Extract text, paths, and images from PDF documents in C# and VB.NET

Use Docotic.Pdf library to extract text, images, vector paths from PDF documents in .NET on Windows, Linux, macOS, Android, iOS, or in a cloud environment.

Extract text and images

Get text from PDF

You can convert PDF documents to text in .NET using Docotic.Pdf. This sample shows how to convert PDF to formatted text in C#:

using BitMiracle.Docotic.Pdf;

using (var pdf = new PdfDocument("your_document.pdf"))
{
    var options = new PdfTextExtractionOptions
    {
        SkipInvisibleText = true,
        WithFormatting = true
    };
    string formattedText = pdf.GetText(options);
    Console.WriteLine(formattedText);
}

You can extract text from a specific part of a PDF page only. Use PdfTextExtractionOptions.Rectangle property for that.

You can also get detailed information about every text chunk for sophisticated analysis. Docotic.Pdf allows you to extract PDF text as is, by words, or by characters.
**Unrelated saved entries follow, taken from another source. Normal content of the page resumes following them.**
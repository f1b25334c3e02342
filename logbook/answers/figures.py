"""Figures of every reading for people and programs, and the trace that unfolds one of them."""

from __future__ import annotations

from collections.abc import Iterator, Sequence
from math import isfinite
from typing import Any

import pandas as pd

from logbook.answers.entries import label, shown_with_unit
from logbook.answers.headline import headline
from logbook.book.entry import Entry
from logbook.judgement import figures as judged
from logbook.judgement.figures import COLUMNS
from logbook.judgement.group import common_meters, group_figures
from logbook.plant.records import Plant

# Figure -> (formula in words, the figures it is made of, keys of the readings behind it, source)
_TRACES: dict[str, tuple[str, tuple[str, ...], tuple[str, ...], str]] = {
    "brake_thermal_efficiency": (
        "brake energy of the span / (fuel mass x lower calorific value) = 3600 / (g/kWh x MJ/kg)",
        ("brake_power_kw", "running_h", "fuel_rate_kg_h", "lower_calorific_value_mj_kg", "sfoc_g_kwh"),
        ("shaft_power", "generator_energy", "generator_power", "fuel_meter_supply", "fuel_meter_return", "gas_meter"),
        "ISO 3046-1 terms; arithmetic",
    ),
    "sfoc_g_kwh": (
        "fuel mass of the span / brake energy of the span",
        ("fuel_rate_kg_h", "brake_power_kw", "running_h"),
        ("fuel_meter_supply", "fuel_meter_return", "fuel_meter_temperature", "shaft_power", "generator_energy"),
        "supply and return each with its own temperature: ASTM D1250-80, table 54B",
    ),
    "heat_rate_kj_kwh": (
        "fuel energy (lower calorific value) / brake energy",
        ("sfoc_g_kwh", "lower_calorific_value_mj_kg"),
        ("fuel_meter_supply", "gas_meter", "generator_energy"),
        "arithmetic",
    ),
    "sfoc_corrected_g_kwh": (
        "heat rate / calorific value of the reference / ambient factor",
        ("heat_rate_kj_kwh", "sfoc_g_kwh", "lower_calorific_value_mj_kg"),
        ("compressor_inlet_temperature", "barometric_pressure", "cooler_water_inlet_temperature"),
        "the engine's correction rule in plant.toml",
    ),
    "sfoc_deviation": (
        "corrected consumption / reference consumption at this load - 1",
        ("sfoc_corrected_g_kwh", "sfoc_reference_g_kwh", "load_fraction"),
        (),
        "reference: monotone cubic (Fritsch-Carlson) through the trial's points",
    ),
    "excess_gap": (
        "efficiency of the reference at this load and ambient - brake thermal efficiency"
        " (the combustion temperature cancels)",
        ("sfoc_reference_g_kwh", "sfoc_deviation", "brake_thermal_efficiency", "u_excess_gap"),
        (),
        "the two definitions of the gap subtracted",
    ),
    "reversible_bound_ambient": (
        "1 - ambient temperature / combustion temperature, both in kelvin",
        ("combustion_temperature_k", "combustion_temperature_method", "ambient_temperature_k"),
        ("compressor_inlet_temperature", "charge_air_pressure", "charge_air_temperature", "cylinder_maximum_pressure"),
        "Carnot; a yardstick between two temperatures, not a loss that could be recovered",
    ),
    "gap": (
        "reversible bound - brake thermal efficiency",
        ("reversible_bound_ambient", "brake_thermal_efficiency"),
        (),
        "",
    ),
    "load_fraction": ("brake power / rated power", ("brake_power_kw", "power_source"), ("shaft_power",), ""),
}


def figures(plant: Plant, entries: Sequence[Entry], engine_id: str) -> pd.DataFrame:
    """One row a reading; the columns and names that figures carry outside."""
    if engine_id in groups(plant):
        return group_figures(plant, entries, engine_id)
    return judged.figures(plant, entries, engine_id)


def groups(plant: Plant) -> tuple[str, ...]:
    """Fuel meters that serve several engines: figures exist for the group, under the meter's name."""
    return tuple(meter.id for meter in common_meters(plant))


def records(frame: pd.DataFrame) -> Iterator[dict[str, Any]]:
    """Rows as plain records: None where a figure cannot be had, never 0."""
    for row in frame.to_dict("records"):
        yield {
            str(key): None if isinstance(value, float) and not isfinite(value) else value for key, value in row.items()
        }


def explainable() -> tuple[str, ...]:
    return tuple(_TRACES)


def explain(plant: Plant, entries: Sequence[Entry], row: dict[str, Any], figure: str) -> list[str]:
    """A figure of one reading unfolded: formula, the figures and readings behind it, source, reasons."""
    formula, inputs, keys, source = _TRACES[figure]
    lines = [
        f"{figure} of entry {row['entry']} ({row['engine']}, {row['at_utc']}): {_shown(row[figure])}",
        f"= {formula}",
    ]
    lines += [f"  {name:<32} {_shown(row[name])}" for name in inputs]
    numbered = {entry.number: entry for entry in entries}
    entry = numbered.get(int(row["entry"]))
    if entry is not None and keys:
        lines.append("readings of this entry (the span begins at the reading before):")
        for key, value in entry.values().items():
            if key.partition(".")[0] in keys:
                lines.append(f"  {label(plant, key):<32} {shown_with_unit(plant, key, value)}")
    if source:
        lines.append(f"source: {source}")
    return lines + headline(row)[:1] if figure == "excess_gap" else lines


def _shown(value: Any) -> str:
    if value is None or (isinstance(value, float) and not isfinite(value)):
        return "cannot be had"
    return f"{value:.6g}" if isinstance(value, float) else str(value)


__all__ = ["COLUMNS", "explain", "explainable", "figures", "records"]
This sample shows how to extract PDF text by words in C#:

using (var pdf = new PdfDocument("your_document.pdf"))
{
    PdfPage page = pdf.Pages[0];
    foreach (PdfTextData data in page.GetWords())
    {
        Console.WriteLine(
            $"{{\n" +
            $"  text: '{data.GetText()}',\n" +
            $"  bounds: {data.Bounds},\n" +
            $"  font name: '{data.Font.Name}',\n" +
            $"  font size: {data.FontSize},\n" +
            $"  transformation matrix: {data.TransformationMatrix},\n" +
            $"  rendering mode: '{data.RenderingMode}',\n" +
            $"  brush: {data.Brush},\n" +
            $"  pen: {data.Pen}\n" +
            $"}},"
        );
    }
}

Read the Extract text from PDF article to get more samples and information about PDF to text conversion in .NET.

Get images from PDF in .NET

The library can be used to extract images from PDF files as is or as painted. How to extract all images from PDF in C#:

using BitMiracle.Docotic.Pdf;

using (var pdf = new PdfDocument("your_document.pdf"))
{
    int i = 0;
    foreach (PdfImage image in pdf.GetImages())
    {
        string imageFile = image.Save(i.ToString());
        ++i;
    }
}

Extracted images can be saved as TIFF and JPEG images.

The library does not recompress images while extracting them. You will get images with the same quality as in PDF.

You can also get information about where images are actually drawn on a page.

Extract vector paths from PDF

You can get information about vector paths in PDF document using PdfPage.GetObjects() method. Take a look at the Copy page objects and Extract page objects samples for more detail.

You can also extract text as vector paths using the PdfPage.GetObjects(PdfObjectExtractionOptions) overload. This feature can be used to flatten text in PDF in .NET.